▶ [Description of the task] Please repeat, from the entries that follow, the lines from the one containing "string more = changes.Count" through the one containing "public IReadOnlyList<ReadoutRow>? Rows" exactly, adding nothing.

++++++++

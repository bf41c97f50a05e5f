using ExprModel.Core.Models;

namespace ExprModel.Web.Workspace;

/// <summary>One user's work in progress in this browser tab (a Blazor circuit): the loaded table, built models, the Workbench model.</summary>
public sealed class WorkspaceState
{
    /// <summary>The model open on the Workbench, and where it came from ("preset hh1952", "group Pv-fast", "shared model ...").</summary>
    public ModelDocument? Model { get; private set; }
    public string ModelOrigin { get; private set; } = "";
    /// <summary>The shared snapshot the Workbench model was opened from; saving an edit records it as the parent.</summary>
    public string? ParentSnapshotId { get; private set; }
    /// <summary>
    /// The cell or group the Workbench model was built for (null for a published, imported or shared model): what its
    /// recorded values belong to.
    /// </summary>
    public ExprModel.Core.Mapping.ModelTarget? ModelTarget { get; private set; }

    /// <summary>
    /// The uploaded expression files as received (kept only in this tab unless the user stores them with a snapshot): one
    /// table, one archive, or a Matrix Market matrix with its sidecar files.
    /// </summary>
    public IReadOnlyList<UploadedFile> ExpressionFiles { get; private set; } = [];

    /// <summary>The upload as one file, as a snapshot stores it: the file itself, or several files packed into one zip.</summary>
    public byte[]? ExpressionBytes => ExpressionFiles.Count switch
    {
        0 => null,
        1 => ExpressionFiles[0].Bytes,
        _ => _packed ??= UploadArchive.Pack(ExpressionFiles),
    };

    /// <summary>The name of <see cref="ExpressionBytes"/>.</summary>
    public string? ExpressionName => ExpressionFiles.Count switch { 0 => null, 1 => ExpressionFiles[0].Name, _ => PackedName };

    /// <summary>How pages name the upload: the file, or the files.</summary>
    public string? ExpressionLabel => ExpressionFiles.Count == 0 ? null : string.Join(" + ", ExpressionFiles.Select(f => f.Name));

    /// <summary>The stored name of several files packed together.</summary>
    public const string PackedName = "expression-files.zip";

    private byte[]? _packed;

    /// <summary>A new upload (one file or several); forgets what was derived from the previous one.</summary>
    public void SetExpression(IReadOnlyList<UploadedFile> files)
    {
        ExpressionFiles = files;
        _packed = null;
        ResetDerived();
    }
    public byte[]? MetadataBytes { get; set; }
    public string? MetadataName { get; set; }

    /// <summary>Models built from the expression table, by group (or cell) name, for the Workbench's comparison overlay.</summary>
    public Dictionary<string, ModelDocument> GroupModels { get; } = new(StringComparer.Ordinal);

    /// <summary>The Workbench protocols area's protocol last run, or the one a shared link stored; a share stores it.</summary>
    public InjectedProtocol? Injected { get; set; }

    /// <summary>The user's answers on the Load page (blank = detect).</summary>
    public IntakeChoices Intake { get; } = new();

    /// <summary>The table as read and mapped (null until the Map page reads it), the user's overrides and rule.</summary>
    public ExpressionSession? Session { get; set; }
    public List<ExprModel.Core.Mapping.GeneOverride> Overrides { get; } = [];
    public ExprModel.Core.Mapping.DensityRule Rule { get; set; } = new();
    /// <summary>Built models with their derivations and warnings, by target label.</summary>
    public Dictionary<string, ExprModel.Core.Mapping.BuiltModel> Built { get; } = new(StringComparer.Ordinal);

    /// <summary>Recorded features and sweeps loaded on the Load page; <see cref="RecordedData.ValuesFor"/> gives a target's recorded values.</summary>
    public RecordedData Recorded { get; } = new();

    /// <summary>Forgets everything derived from the loaded table (a new table or new read choices).</summary>
    public void ResetDerived()
    {
        Session = null;
        Overrides.Clear();
        Built.Clear();
        GroupModels.Clear();
    }

    public event Action? Changed;

    /// <param name="target">The cell or group the model was built for, when it was built from the loaded table.</param>
    public void Open(ModelDocument model, string origin, string? parentSnapshotId = null, ExprModel.Core.Mapping.ModelTarget? target = null)
    {
        Model = model;
        ModelOrigin = origin;
        ParentSnapshotId = parentSnapshotId;
        ModelTarget = target;
        Changed?.Invoke();
    }
}
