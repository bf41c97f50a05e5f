namespace ExprModel.Web.Workspace;

/// <summary>One target as typed in the fit panel: read-out name, value and unit, and the misfit scale (blank = the library's default).</summary>
public sealed class FitTargetRow
{
    public string Readout { get; set; } = "";
    public string Value { get; set; } = "";
    public string Unit { get; set; } = "";
    public string Scale { get; set; } = "";
}
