using ExprModel.Core.Export;
using ExprModel.Web.Components.Panels;
using ExprModel.Web.Simulation;

namespace ExprModel.Web.Workspace;

/// <summary>What the Workbench says when a share link stores other read-outs than the live table showed.</summary>
public static class StoredReadoutsNote
{
    public static string For(IReadOnlyList<ReadoutChange> changes)
    {
        static string V(double? v, string unit) => v is { } x ? $"{ReadoutDisplay.Format(x, unit)} {unit}" : "none";
        var listed = changes.Take(4).Select(c => $"{c.Name.Replace('_', ' ')} {V(c.Before, c.Unit)} → {V(c.After, c.Unit)}");
        string more = changes.Count > 4 ? $" and {changes.Count - 4} more" : "";
        return "The link stores the read-outs measured from scratch, as the command line and the HTTP API measure them. " +
            $"For this cell they differ from the live table: {string.Join("; ", listed)}{more}. The live table's rheobase search " +
            "started near the previous slider position's rheobase; the two searches can only disagree when spiking is not monotone " +
            "in the step amplitude, as here. The table and the f-I curve now show the stored values.";
    }
}
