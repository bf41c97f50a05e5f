using ExprModel.Core.Analysis;
using ExprModel.Web.Simulation;

namespace ExprModel.Web.Workspace;

/// <summary>
/// The Workbench's read-out table as shown: the latest rows (a first stage marks the rest pending), the extractor's
/// notes, how often the table changed, and where the next rheobase search starts (the library's hint rule).
/// </summary>
public sealed class LiveReadouts
{
    private readonly RheobaseHintTrail _hints = new();

    public IReadOnlyList<ReadoutRow>? Rows { get; private set; }
    public IReadOnlySet<string> Pending { get; private set; } = new HashSet<string>();
    public IReadOnlyList<string> Notes { get; private set; } = [];
    /// <summary>Times the table was shown, and shown complete (the page carries both; tests wait on them).</summary>
    public int UpdateCount { get; private set; }
    public int CompleteCount { get; private set; }
    public bool IsComplete => Rows is not null && Pending.Count == 0;

    /// <summary>Where the next model's rheobase search starts; null means from scratch.</summary>
    public RheobaseHint? Hint => _hints.Current;

    public void Show(ReadoutSet set)
    {
        Rows = set.Rows;
        Pending = set.Pending;
        Notes = set.Notes;
        _hints.Observe(set.Hint, set.SpikingNotMonotone);
        UpdateCount++;
        if (set.IsComplete) CompleteCount++;
    }

    /// <summary>A newly opened model is measured from scratch, as a share link or the API measure it.</summary>
    public void ForgetHint() => _hints.Forget();
}
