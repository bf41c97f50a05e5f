namespace ExprModel.Web.Workspace;

/// <summary>
/// Follows one live update of the Workbench from the control's event to its trace and first read-outs being ready, for
/// measurement (the browser latency benchmark); the live loop runs the same with or without one.
/// </summary>
public interface ILiveUpdateObserver
{
    /// <summary>A control changed and a new live update starts.</summary>
    void Started();
    void TraceReady();
    void FirstReadoutsReady();
}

++++++++

▶ [Output]
        string more = changes.Count > 4 ? $" and {changes.Count - 4} more" : "";
        return "The link stores the read-outs measured from scratch, as the command line and the HTTP API measure them. " +
            $"For this cell they differ from the live table: {string.Join("; ", listed)}{more}. The live table's rheobase search " +
            "started near the previous slider position's rheobase; the two searches can only disagree when spiking is not monotone " +
            "in the step amplitude, as here. The table and the f-I curve now show the stored values.";
    }
}
repository bf41c97f50a05e5f
using ExprModel.Core.Analysis;
using ExprModel.Web.Simulation;

namespace ExprModel.Web.Workspace;

/// <summary>
/// The Workbench's read-out table as shown: the latest rows (a first stage marks the rest pending), the extractor's
/// notes, how often the table changed, and where the next rheobase search starts (the library's hint rule).
/// </summary>
public sealed class LiveReadouts
{
    private readonly RheobaseHintTrail _hints = new();

    public IReadOnlyList<ReadoutRow>? Rows { get; private set; }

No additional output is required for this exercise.